The KPZ fixed point and Brownian motion share the same null sets

TL;DR

This paper demonstrates that the increments of the KPZ fixed point are mutually absolutely continuous with Brownian motion on compact sets, and explores the relationships and properties of the KPZ fixed point, Airy sheet, and Brownian motion.

Contribution

It extends the absolute continuity relations of the KPZ fixed point with Brownian motion and analyzes the Hausdorff dimensions and hitting probabilities of these stochastic processes.

Findings

KPZ fixed point increments are mutually absolutely continuous with Brownian motion on compacts.

Additive Brownian motion is absolutely continuous with respect to the centred Airy sheet on compacts.

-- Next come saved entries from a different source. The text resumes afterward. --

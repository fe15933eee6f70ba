"""Options shared by ``corepace calibrate`` and ``corepace verify``: the log and the air setting."""

from __future__ import annotations

import argparse
import math
from typing import Any

from optimizer.cli.common import BadInput
from optimizer.probes.logs import LogFileError, ProbeLog, read_log
from optimizer.probes.overlay import AirTarget, TargetError, air_target
from optimizer.scenario.models import Product, Scenario

__all__ = [
    "add_log_options",
    "add_target_options",
    "log_from_args",
    "minutes_pair",
    "product_from_args",
    "target_from_args",
]


def minutes_pair(text: str) -> tuple[float, float]:
    """Two numbers ``LOW,HIGH`` with LOW < HIGH (a window in minutes, or bounds)."""
    parts = text.split(",")
    try:
        lo, hi = (float(p) for p in parts)
    except ValueError:
        raise argparse.ArgumentTypeError(
            f"must be two numbers LOW,HIGH such as 5,200, got {text!r}"
        ) from None
    if not (math.isfinite(lo) and math.isfinite(hi) and lo < hi):
        raise argparse.ArgumentTypeError(f"needs finite LOW < HIGH, got {text!r}")
    return lo, hi


def add_log_options(parser: argparse.ArgumentParser) -> None:
    """The logger file's channels and units."""
    g = parser.add_argument_group(
        "logger file",
        "channels are recognised from the header (core/centre/probe, surface, air) unless named",
    )
    g.add_argument(
        "--core", action="append", metavar="COLUMN", help="a core probe column; repeatable"
    )
    g.add_argument("--surface", action="append", metavar="COLUMN", help="a surface probe column")
    g.add_argument("--air", metavar="COLUMN", help="the air probe column")
    g.add_argument("--time-column", metavar="COLUMN", help="the time column")
    g.add_argument(
        "--temperature-unit", choices=("degC", "degF", "K"), help="unit of every probe column"
    )
    g.add_argument("--time-unit", choices=("s", "min", "h"), help="unit of elapsed times")
    g.add_argument(
        "--date-order", choices=("ymd", "dmy", "mdy"), help="order of dates the file leaves open"
    )


def add_target_options(parser: argparse.ArgumentParser) -> None:
    """The product and the air setting of the run."""
    g = parser.add_argument_group("product and air setting")
    g.add_argument("--product", required=True, metavar="NAME", help="the product in the run")
    g.add_argument("--oven", metavar="NAME", help="the oven of the run")
    g.add_argument("--tunnel", metavar="NAME", help="the tunnel of the run")
    g.add_argument(
        "--setting",
        metavar="NAME",
        help="the oven's or tunnel's air setting (default its only one)",
    )
    g.add_argument("--zone", metavar="NAME|N", help="a tunnel setting's zone, by name or 1..n")
    g.add_argument(
        "--transfer", action="store_true", help="the tunnel's transfer stage (the hot hold)"
    )


def log_from_args(args: argparse.Namespace) -> ProbeLog:
    """Read the logger file named on the command line; bad files become BadInput."""
    try:
        return read_log(
            args.log,
            time_column=args.time_column,
            core=args.core,
            surface=args.surface,
            air=args.air,
            temperature_unit=args.temperature_unit,
            time_unit=args.time_unit,
            date_order=args.date_order,
        )
    except LogFileError as exc:
        raise BadInput([str(exc)]) from exc


def product_from_args(scenario: Scenario, args: argparse.Namespace) -> Product:
    """The ``--product`` of the scenario."""
    try:
        return scenario.product(args.product)
    except KeyError:
        names = ", ".join(p.name for p in scenario.products)
        raise BadInput([f"--product: no product {args.product!r}; products: {names}"]) from None


def target_from_args(scenario: Scenario, args: argparse.Namespace) -> AirTarget:
    """The air setting named by ``--oven`` or ``--tunnel``, ``--setting``, ``--zone``."""
    try:
        return air_target(
            scenario,
            oven=args.oven,
            tunnel=args.tunnel,
            setting=args.setting,
            zone=args.zone,
            transfer=args.transfer,
        )
    except TargetError as exc:
        raise BadInput([str(exc)]) from exc


def log_notes(log: ProbeLog) -> list[dict[str, Any]]:
    """The log's notes as plain records (JSON)."""
    return [
        {
            "kind": n.kind,
            "channel": n.channel,
            "line": n.line,
            "count": n.count,
            "message": n.message,
        }
        for n in log.notes
    ]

The paper characterizes hitting probabilities and Hausdorff dimensions of the KPZ fixed point and related processes.

Abstract

We show that the increments of the KPZ fixed point started from arbitrary initial data are \emph{mutually} absolutely continuous with respect to Brownian motion with diffusion parameter $2$ on compacts, extending the one-sided Brownian absolute continuity relation of the KPZ fixed point established in \cite{sarkar2021brownian}. We also show that additive Brownian motion is absolutely continuous with respect to the centred Airy sheet on compacts, but it is not mutually absolutely continuous globally. As applications, we show that with probability strictly between zero and one, there exist record times of the KPZ fixed point away from any reference point, obtain a characterisation for the hitting probabilities of the graph of the KPZ fixed point to be positive in terms of a certain thermal capacity in the sense of \cite{watson1978corrigendum, watson1978thermal} and compute essential suprema of Hausdorff dimensions of these random intersections. Finally, we compute essential suprema of Hausdorff dimensions of images of subsets in the plane under the Airy sheet and give a condition for the positivity of their Lebesgue measure in terms of Bessel-Riesz capacity.